I think the original comment is essentially saying "If I keep saying I have a real problem and you keep deferring that it doesn't matter because of some technicality, talking to you is a waste of my time," albeit in slightly more colorful language.
It also implies "Someone smarter will see it my way" which implies "I'm smarter than you" which is getting to part of the root of what's offensive about that wording.
> "talking to you is a waste of my time"
That's slightly less offensive than what was said because it no longer implies a "smarter" person would be less of a "waste of my time", but it's still fairly offensive.
Yes, but in this case, "my way" is referring to the understanding that real problems need real solutions and that continuous deflection based on technicalities doesn't help with that. I would count that as an indicator that one person was smarter than the other in that specific context. To be clear, I don't believe intelligence can be measured along a single axis in any useful way (I've met plenty of "smart" people that acted very stupidly, and plenty of "stupid" people that showed amazing amount of competence and intelligence about certain things), so I didn't read the initial statement as indicating intelligence overall of an individual.

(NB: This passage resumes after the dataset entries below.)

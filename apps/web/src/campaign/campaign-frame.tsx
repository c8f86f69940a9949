import { formatCount } from "@weighhouse/figures/numbers";
import Link from "next/link";
import type { ReactNode } from "react";
import { LiveState } from "@/live/live-state";
import { ButtonLink } from "@/look/button";
import { Notice } from "@/look/notice";
import { Tabs } from "@/look/tabs";
import { Time } from "@/look/time";
import { readCampaign, readStandings } from "@/server/campaign";
import type { CampaignView } from "@/server/campaign";

/**
 * What stands around every page of a campaign: where one is, the title, its state in a line, the
 * way to its other pages. `size` not null shows it all as of that many ledger entries.
 */
export async function CampaignFrame(props: {
  campaignKey: string;
  size?: number | null;
  children: ReactNode;
}) {
  const size = props.size ?? null;
  const view = await readCampaign(props.campaignKey, size);
  const { state } = await readStandings(props.campaignKey, size);
  const { campaign } = view.document;
  const base = `/campaigns/${campaign.key}`;
  return (
    <>
      {/* React puts it into the page's head. */}
      <link
        rel="alternate"
        type="application/atom+xml"
        title={`${campaign.title}: ledger`}
        href={`/api/v1/campaigns/${campaign.key}/feed.atom`}
      />
      <nav aria-label="Where you are" className="text-[14px] text-quiet">
        <Link href="/campaigns" className="no-underline hover:underline">
          Campaigns
        </Link>{" "}
        / {campaign.key}
      </nav>
      <div className="flex flex-wrap items-start justify-between gap-x-8 gap-y-2">
        <h1 className="my-1 min-w-0 max-w-[34em]">{campaign.title}</h1>
        <Actions view={view} base={base} />
      </div>
      <StateLine
        view={view}
        historic={size !== null && size < view.latestSize}
        scored={state === "current"}
      />
      <Tabs label="Campaign" tabs={tabsOf(view, base)} />
      {view.clock === "simulated" ? (
        <div className="mb-4">
          <Notice label="Simulated clock.">
            This ledger&rsquo;s times were set by hand, for a demonstration: they prove nothing
            about when anything was filed.
          </Notice>
        </div>
      ) : null}
      {props.children}
    </>
  );
}

function StateLine(props: { view: CampaignView; historic: boolean; scored: boolean }) {
  const { view, historic, scored } = props;
  const { campaign, measurements, facilities } = view.document;
  const counted = measurements.filter((measurement) => measurement.setAside === null).length;
  return (
    <ul className="mt-1 mb-3 flex list-none flex-wrap gap-x-5 gap-y-0.5 text-[14px] text-quiet">
      <li>
        {historic ? (
          <strong className="font-semibold text-brass">as it was at entry {view.size - 1}</strong>
        ) : (
          <LiveState
            campaignKey={campaign.key}
            // A time set by hand says nothing about how long ago it was.
            at={view.clock === "simulated" ? null : view.at}
            shown={{ size: view.size, scored }}
          />
        )}
      </li>
      <li>
        {plural(counted, "measurement")}, {plural(facilities.length, "facility", "facilities")}
      </li>
      <li>
        <RegistrationLine closes={campaign.registrationCloses} at={view.at} />
      </li>
      <li>ledger of {plural(view.size, "entry", "entries")}, head signed</li>
      {view.visibility === "members" ? <li>seen by members only</li> : null}
    </ul>
  );
}

function RegistrationLine({ closes, at }: { closes: string | null; at: string }) {
  if (closes === null) return "registration open";
  return (
    <>
      {Date.parse(closes) <= Date.parse(at) ? "registration closed" : "registration closes"}{" "}
      <Time at={closes} />
    </>
  );
}

function Actions({ view, base }: { view: CampaignView; base: string }) {
  const coordinates = view.role === "coordinator";
  if (!coordinates && view.role !== "member") return null;
  return (
    <div className="no-print flex flex-wrap gap-2 pt-1.5 pb-1 text-[14px]">
      <ButtonLink href={`${base}/post`}>Post measurements</ButtonLink>
      <ButtonLink href={`${base}/register`}>Register a hypothesis</ButtonLink>
      {coordinates ? <ButtonLink href={`${base}/declare`}>Declare</ButtonLink> : null}
    </div>
  );
}

function tabsOf(view: CampaignView, base: string) {
  const member = view.role === "coordinator" || view.role === "member";
  return [
    { href: base, label: "Standings", exact: true },
    { href: `${base}/quantities`, label: "Quantities" },
    { href: `${base}/hypotheses`, label: "Hypotheses" },
    { href: `${base}/ledger`, label: "Ledger" },
    { href: `${base}/audit`, label: "Audit trail" },
    ...(member
      ? [
          { href: `${base}/members`, label: "People" },
          { href: `${base}/keys`, label: "Keys" },
        ]
      : []),
  ];
}

function plural(count: number, one: string, many = `${one}s`): string {
  return `${formatCount(count)} ${count === 1 ? one : many}`;
}
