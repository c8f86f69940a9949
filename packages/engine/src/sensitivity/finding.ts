import type { CampaignDocument } from "@weighhouse/campaign/document";
import type { Sensitivity } from "@weighhouse/campaign/sensitivity";
import type { Standings } from "@weighhouse/campaign/standings";

type Row = Sensitivity["changes"][number];

/** Changes that are named in the sentence, at most. */
const NAMED = 5;

/** In words: what would have to go for the leader to change, or that nothing single would. */
export function findingOf(document: CampaignDocument, standings: Standings, rows: Row[]): string {
  const [first] = standings.hypotheses;
  if (first === undefined || first.lnEvidence === null) return "No hypothesis leads.";
  const title = titleOf(document, first.key);
  const turning = rows.filter(({ leaderChanges }) => leaderChanges);
  if (turning.length === 0) {
    return `${title} leads, and no single change listed here would give the lead to another.`;
  }
  const named = turning.slice(0, NAMED).map((row) => {
    const to = row.leader === null ? "none" : titleOf(document, row.leader);
    return `${changeInWords(row)} (then ${to})`;
  });
  const rest = turning.length - named.length;
  const more = rest > 0 ? `; and ${rest} more` : "";
  return `${title} leads; it would not ${named.join("; ")}${more}.`;
}

function titleOf({ hypotheses }: CampaignDocument, key: string): string {
  return hypotheses.find((one) => one.key === key)?.title ?? "Silence on everything";
}

/** A change as a phrase after "with the campaign scored": "without the facility x". */
export function changeInWords({ kind, key }: Pick<Row, "kind" | "key">): string {
  switch (kind) {
    case "without-facility":
      return `without the facility ${key}`;
    case "without-measurand":
      return `without the quantity ${key}`;
    case "without-team":
      return `without ${key}'s own measurements`;
    case "without-measurement":
      return `without the measurement ${key}`;
    case "without-provisional":
      return "without provisional measurements";
    case "only-before-observation":
      return "with predictions filed before observation only";
    case "same-data-swapped":
      return `with ${key} in place of its counted alternative`;
    case "shared-error-doubled":
      return `with the shared error ${key} doubled`;
    case "shared-error-absent":
      return `without the shared error ${key}`;
    case "tolerances-halved":
      return "with all tolerances halved";
    case "tolerances-doubled":
      return "with all tolerances doubled";
    case "prior-halved":
      return `with the prior of ${key} half as wide`;
    case "prior-doubled":
      return `with the prior of ${key} twice as wide`;
    case "disagreeing-inflated":
      return "with disagreeing measurements' uncertainties times their Birge ratio";
    case "references-doubled":
      return "with references twice as wide";
    case "equal-weights":
      return "with equal weights";
  }
}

> That's slightly less offensive than what was said because it no longer implies a "smarter" person would be less of a "waste of my time", but it's still fairly offensive.
It's also fairly subjective. It's your right to be offended at what you want, but I would caution against being offended without confirming the intent and/meaning behind the statements. I've shown how I interpreted it somewhat differently than you, so there's at least some ambiguity.

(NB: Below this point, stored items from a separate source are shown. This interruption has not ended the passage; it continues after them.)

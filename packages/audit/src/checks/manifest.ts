import { hex } from "@weighhouse/ledger/bytes";
import type { Hasher } from "@weighhouse/ledger/hasher";
import { verifyNote } from "@weighhouse/ledger/signed-note";
import type { VerifySignature } from "@weighhouse/ledger/signed-note";
import type { VerifierKey } from "@weighhouse/ledger/verifier-key";
import { fingerprint } from "@weighhouse/ledger/verifier-key";
import { readJson, readText } from "./archive-text";
import type { Files } from "./container";
import { counted, failed, judged, ok } from "./line";
import type { Checked, CheckLine } from "./line";
import { compareJson } from "./differences";
import { isKnownPath, MANIFEST, MANIFEST_NOTE } from "../layout";
import { manifestNoteText, manifestSchema } from "../manifest";
import type { Manifest } from "../manifest";

/** Every file is in the manifest with its size and SHA-256, and nothing else is in the archive. */
export function checkManifest(files: Files, hasher: Hasher): Checked<Manifest> {
  const check = "files against the manifest";
  const read = readJson(files, MANIFEST);
  if (!read.ok) return { line: failed(check, read.fault), value: null };
  const parsed = manifestSchema.safeParse(read.value);
  if (!parsed.success) {
    const places = parsed.error.issues.map(
      ({ path, message }) => `${MANIFEST}, /${path.join("/")}: ${message}`,
    );
    return { line: failed(check, places), value: null };
  }
  const manifest = parsed.data;
  const listed = new Map(manifest.files.map((file) => [file.path, file]));
  const faults = manifest.files.flatMap((file) => fileFaults(file, files, hasher));
  if (listed.size !== manifest.files.length) faults.push(`${MANIFEST} names a file twice`);
  for (const path of files.keys()) {
    if (path === MANIFEST || path === MANIFEST_NOTE) continue;
    if (!listed.has(path)) faults.push(`${path} is not in the manifest`);
    else if (!isKnownPath(path)) faults.push(`${path} is unknown to this version, not checked`);
  }
  const detail = `${counted(manifest.files.length, "file")}, each with its size and SHA-256`;
  return { line: judged(check, faults, detail), value: manifest };
}

function fileFaults(file: Manifest["files"][number], files: Files, hasher: Hasher): string[] {
  const bytes = files.get(file.path);
  if (bytes === undefined) return [`${file.path} is in the manifest and missing`];
  const sha256 = hex(hasher(bytes));
  if (bytes.length === file.bytes && sha256 === file.sha256) return [];
  return [
    `${file.path}: found ${bytes.length} bytes with SHA-256 ${sha256}, the manifest names ${file.bytes} with ${file.sha256}`,
  ];
}

/** `manifest.note` signs this manifest, by one of the archive's keys. */
export function checkManifestNote(
  files: Files,
  keys: readonly VerifierKey[],
  { hasher, verifySignature }: { hasher: Hasher; verifySignature: VerifySignature },
): Checked<VerifierKey[]> {
  const check = "signature of the manifest";
  const manifest = readText(files, MANIFEST);
  const note = readText(files, MANIFEST_NOTE);
  if (!manifest.ok) return { line: failed(check, manifest.fault), value: null };
  if (!note.ok) return { line: failed(check, note.fault), value: null };
  const verified = verifyNote(note.text, keys, verifySignature);
  if (!verified.ok) {
    const fault = `${MANIFEST_NOTE}: ${verified.reason}, ${verified.detail}`;
    return { line: failed(check, fault), value: null };
  }
  if (verified.text !== manifestNoteText(hasher, manifest.text)) {
    const fault = `${MANIFEST_NOTE}, line 2: signs another SHA-256 than that of ${MANIFEST}`;
    return { line: failed(check, fault), value: null };
  }
  const names = verified.signedBy.map(({ publicKey }) => fingerprint(publicKey)).join(", ");
  return { line: ok(check, `by ${names}`), value: verified.signedBy };
}

/** What the manifest says of the ledger is what the ledger says of itself. */
export function checkManifestFacts(
  manifest: Manifest,
  computed: Partial<Omit<Manifest, "files" | "format">>,
): CheckLine {
  const { differences } = compareJson(
    Object.fromEntries(
      Object.keys(computed).map((name) => [name, manifest[name as keyof Manifest]]),
    ),
    computed,
    { tolerance: 0 },
  );
  return judged(
    "manifest against the ledger",
    differences.map((difference) => `${MANIFEST}, ${difference}`),
    `${Object.keys(computed).join(", ")} as computed`,
  );
}
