// What stands beside a part in a list, for the person who asks: done, at the teacher's, to mend, opening later.
import type { FlagKind } from '#islands/ui/flag-kinds.ts';
import { firstName, opensShort } from '#core/following/opening-words.ts';
import { isDone, type PartInHand } from '#core/following/progress.ts';
import type { PartFor, SeriesFor } from '#server/queries/series/series-for.ts';

export interface PartFlag {
  readonly kind: FlagKind;
  readonly words: string;
}

export function partFlag(series: SeriesFor, part: PartFor, progress: PartInHand, timeZone: string): PartFlag | undefined {
  const { access } = part;
  if (access.may === 'preview') return { kind: 'here', words: 'Free to read' };
  if (access.may === 'buy') return { kind: 'held', words: 'With a seat' };
  if (access.may === 'wait') return { kind: 'opens', words: opensShort({ ...openingOf(series, part), timeZone }) };
  if (series.seat === null) return undefined;
  if (part.verdict === 'mend-first') return { kind: 'mend', words: 'Mend first' };
  if (part.verdict === 'waits') return { kind: 'waits', words: `Waits for ${firstName(series.workroom.teacherName)}` };
  if (isDone(progress)) return { kind: 'on', words: part.checkpoint === null ? 'Done' : 'Weave on' };
  return undefined;
}

/** What a part that is not open waits for, with the part that comes before it. */
export function openingOf(series: SeriesFor, part: PartFor) {
  const standing = part.access.may === 'wait' ? part.access.standing : ({ open: true } as const);
  const before = !standing.open && standing.until !== 'date' ? series.parts.find(({ publicId }) => publicId === standing.lesson) : undefined;
  return {
    standing,
    awaited: before === undefined ? undefined : { number: before.number, ask: before.checkpoint?.ask ?? null },
    teacher: firstName(series.workroom.teacherName),
  };
}

/** Whether the part's page shows the part itself, not when it opens. */
export function isOpenTo({ access: { may } }: PartFor): boolean {
  return may === 'look-after' || may === 'follow' || may === 'preview';
}
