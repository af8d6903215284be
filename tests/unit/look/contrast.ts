// Contrast by WCAG 2.2, "contrast ratio" and "relative luminance".

export type Channels = readonly [number, number, number];

function luminance(channels: Channels): number {
  const [r, g, b] = channels.map((channel) => {
    const share = channel / 255;
    return share <= 0.04045 ? share / 12.92 : ((share + 0.055) / 1.055) ** 2.4;
  });
  return 0.2126 * (r ?? 0) + 0.7152 * (g ?? 0) + 0.0722 * (b ?? 0);
}

/** 1 to 21, whichever of the two lies on the other. */
export function contrast(one: Channels, other: Channels): number {
  const [dark = 0, light = 0] = [luminance(one), luminance(other)].sort((a, b) => a - b);
  return (light + 0.05) / (dark + 0.05);
}
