/** Parts that would open before an earlier one, whatever rules they have: told to the teacher before she saves an order. */
import { earliestOf, openingDays, type PartToOpen } from '#core/timetable/opening-days.ts';

const DAY_MS = 86_400_000;

export interface OutOfOrder {
  readonly part: number;
  readonly earlier: number;
  /** `Part 4 would open 3 days before Part 3.` */
  readonly says: string;
}

/**
 * One for each part that somebody who starts at `seatStartedAt` could open before a part in front of it. A verdict is
 * given the day the photo can be shown, a part done the day it opens: whoever waits may always wait longer.
 */
export function outOfOrder(parts: readonly PartToOpen[], seatStartedAt: Date): OutOfOrder[] {
  const seat = { seatStartedAt, wovenOnAt: new Map(), doneAt: new Map(), answerDays: 0, now: seatStartedAt };
  const opens = openingDays(parts, seat).filter(({ isPreview }) => !isPreview).map((day) => ({ number: day.number, at: earliestOf(day, seat) }));
  return opens.flatMap(({ number, at }, index) => {
    const before = opens.slice(0, index).reduce<{ number: number; at: Date | null } | null>((latest, one) => (one.at !== null && (latest?.at == null || one.at > latest.at) ? one : latest), null);
    if (at === null || before?.at == null || before.at <= at) return [];
    return [{ part: number, earlier: before.number, says: `Part ${number} would open ${spanWords(before.at.getTime() - at.getTime())} before Part ${before.number}.` }];
  });
}

function spanWords(ms: number): string {
  const days = Math.round(ms / DAY_MS);
  if (days >= 1) return days === 1 ? 'a day' : `${days} days`;
  const hours = Math.max(1, Math.round(ms / 3_600_000));
  return hours === 1 ? 'an hour' : `${hours} hours`;
}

Which is why I merely replied with "I don't know why you think this has anything to do with lack of intelligence."
I could have said "you are wrong and it has nothing to do with lack of intelligence" (which is what I believe), or I could have gone further and said or implied I'm smarter than he is (which I didn't do, but which the original commenter said I did for some reason), but I didn't.

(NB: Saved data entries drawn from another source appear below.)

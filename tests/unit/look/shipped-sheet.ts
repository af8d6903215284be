// The colours as the browser gets them: read from the rules Tailwind writes, not from the table they are made of.
import postcss, { type Root } from 'postcss';
import tailwind from 'tailwindcss';
import config from '../../../tailwind.config.mjs';
import type { Channels } from './contrast.ts';

export type Scheme = 'day' | 'evening' | 'evening by the system' | 'paper';

const selectors: Record<Scheme, { readonly media: string | null; readonly selector: string }> = {
  day: { media: null, selector: '[data-scheme="light"]' },
  evening: { media: null, selector: '[data-scheme="dark"]' },
  'evening by the system': { media: '(prefers-color-scheme: dark)', selector: ':root:not([data-scheme])' },
  paper: { media: 'print', selector: '[data-scheme]' },
};

export async function shippedSheet(): Promise<Root> {
  const { css } = await postcss([tailwind({ ...config, content: [{ raw: '' }] })]).process('@tailwind base;', { from: undefined });
  return postcss.parse(css);
}

/** All variables that hold in a scheme, with those that hold everywhere. */
export function variables(sheet: Root, scheme: Scheme): Map<string, string> {
  const found = new Map<string, string>();
  const { media, selector } = selectors[scheme];
  sheet.walkDecls(/^--/, (declaration) => {
    const rule = declaration.parent;
    if (rule?.type !== 'rule') return;
    const inMedia = rule.parent instanceof postcss.AtRule ? rule.parent.params : null;
    const names = 'selectors' in rule ? rule.selectors : [];
    const everywhere = inMedia === null && names.length === 1 && names[0] === ':root';
    if (everywhere || (inMedia === media && names.includes(selector))) found.set(declaration.prop.slice(2), declaration.value);
  });
  return found;
}

/** The channels of a colour, followed through `var()`. */
export function colour(all: ReadonlyMap<string, string>, name: string): Channels {
  const value = all.get(name);
  if (value === undefined) throw new Error(`The sheet has no colour called ${name}`);
  const other = /^var\(--(.+)\)$/.exec(value)?.[1];
  if (other !== undefined) return colour(all, other);
  const [r, g, b] = value.split(' ').map(Number);
  if (r === undefined || g === undefined || b === undefined || [r, g, b].some((channel) => !(channel >= 0 && channel <= 255))) throw new Error(`${name} is no colour: ${value}`);
  return [r, g, b];
}
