import type { MyPieceInput } from '#contracts/my-piece.ts';
import { judgeMine } from '#core/craft/my-piece/judge-mine.ts';
import { asPattern, mineOfFields } from '#core/craft/my-piece/typed-mine.ts';
import { isBegun } from '#core/craft/rest/woven-so-far.ts';
import type { Context } from '#server/context.ts';
import { withTransaction } from '#server/db/transaction.ts';
import { AppError, authorize, found } from '#server/errors.ts';
import { Enrolment, MyPieceRow, User } from '#server/models/index.ts';
import { piecesOf } from '#server/queries/pieces/pieces-of.ts';
import { seriesFor } from '#server/queries/series/series-for.ts';

const CHANGED = { says: 'Your piece was changed in another window or on another device meanwhile. What you typed still stands here. Keep it once more to have it so, or load the page again to see the other.' };

/**
 * Keeps a student's own loom, width and yarns, if the piece can be woven so, with what is woven of it; and the units she
 * chose, with her account. What is woven already can no longer change. `isBegun` says whether some of it is.
 * @throws VALIDATION with a sentence for each field; CONFLICT when another window or device changed it meanwhile.
 */
export async function saveMyPiece(ctx: Context, input: MyPieceInput): Promise<{ revision: number; isBegun: boolean }> {
  authorize(ctx.actor !== null, 'UNAUTHENTICATED');
  const { userId } = ctx.actor;
  const series = found(await seriesFor(ctx.actor, input.series, ctx.clock.now()));
  const { seat } = series;
  authorize(seat !== null);
  const { pattern, ...before } = await piecesOf(series.id, seat.enrolmentId);
  if (pattern === null) throw new AppError('CONFLICT', { says: 'This series tells no piece yet, so there is nothing to reckon for your loom.' });
  if (pattern.craft !== 'frame-loom') throw new AppError('CONFLICT', { says: 'This piece is not woven on a frame, so it asks nothing of your loom.' });
  if (before.revision !== input.revision) throw new AppError('CONFLICT', CHANGED);
  const fields: Readonly<Record<string, unknown>> = input;
  const sent = mineOfFields((name) => textOf(fields, name), pattern);
  const typed = input.asPattern === undefined ? sent : asPattern(sent, pattern);
  const judged = judgeMine(typed, pattern, before);
  if (!judged.ok) throw new AppError('VALIDATION', { fields: Object.fromEntries(judged.problems.map(({ field, says }) => [field, says])) });
  const woven = judged.halfway?.woven ?? null;
  return withTransaction(async () => {
    found(await Enrolment.findByPk(seat.enrolmentId, { lock: true }));
    const kept = await MyPieceRow.findByPk(seat.enrolmentId);
    if ((kept?.revision ?? 0) !== input.revision) throw new AppError('CONFLICT', CHANGED);
    const revision = input.revision + 1;
    if (kept === null) await MyPieceRow.create({ enrolmentId: seat.enrolmentId, data: judged.mine, woven, revision });
    else await kept.update({ data: judged.mine, woven, revision });
    await User.update({ units: typed.units }, { where: { id: userId } });
    return { revision, isBegun: woven !== null && isBegun(woven) };
  });
}

function textOf(fields: Readonly<Record<string, unknown>>, name: string): string | undefined {
  const value = Object.hasOwn(fields, name) ? fields[name] : undefined;
  return typeof value === 'string' ? value : undefined;
}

So I believe you are preaching to the choir here.
It's also not much of a stretch to say that invoking undefined behavior can do things like delete everything on your hard drive. In fact, I've seen it happen many times. Any memory corruption exploit fundamentally relies on the fact that the author invoked undefined behavior. Although it may be undefined, it's still deterministic, so an attacker can construct an input that abuses the failure modes of your particular implementation to run arbitrary code of their choosing, like spawning a shell process and binding it to a port, or fetching some malware.
C guarantees that none of this can happen, but when you don't follow the rules of C, they really do mean it when they say anything can happen. It's not because the compiler authors are being trolls and feel entitled to delete your files or launch a rocket out of spite. It's because your machine is now executing who-knows-what.
void*x = trk->x;
if(!trk) return 0;
return doit(x);
return doit(trk->x);
Compiler writers can argue that this kind of optimization is useful because it makes other kinds of optimizations easier to implement, but the argument isn't that it's "technically correct" so they must. They have to argue on the merits of the decision, and if they fail to be convincing, people will find other solutions.
The DNS specification required clients use source port 53. I think this is dumb because it made it easy to spoof DNS requests -- simply generate 30k UDP packets in a short period of time for a domain name that is commonly requested (like yahoo.com) on a DNS server that's popular (like opendns).
If only clients would use a random source port, the number of packets goes into the billions.
A few DNS clients ignored the specification because it was wrong, but a few DNS clients stood their ground insisted that it was specified so it was right. I remember the smear campaign referring to one of those secure DNS clients as "not standard compliant". Brutish, but it was effective: Some people remained insecure for a very long time simply because they trusted the standardization process as right and truth.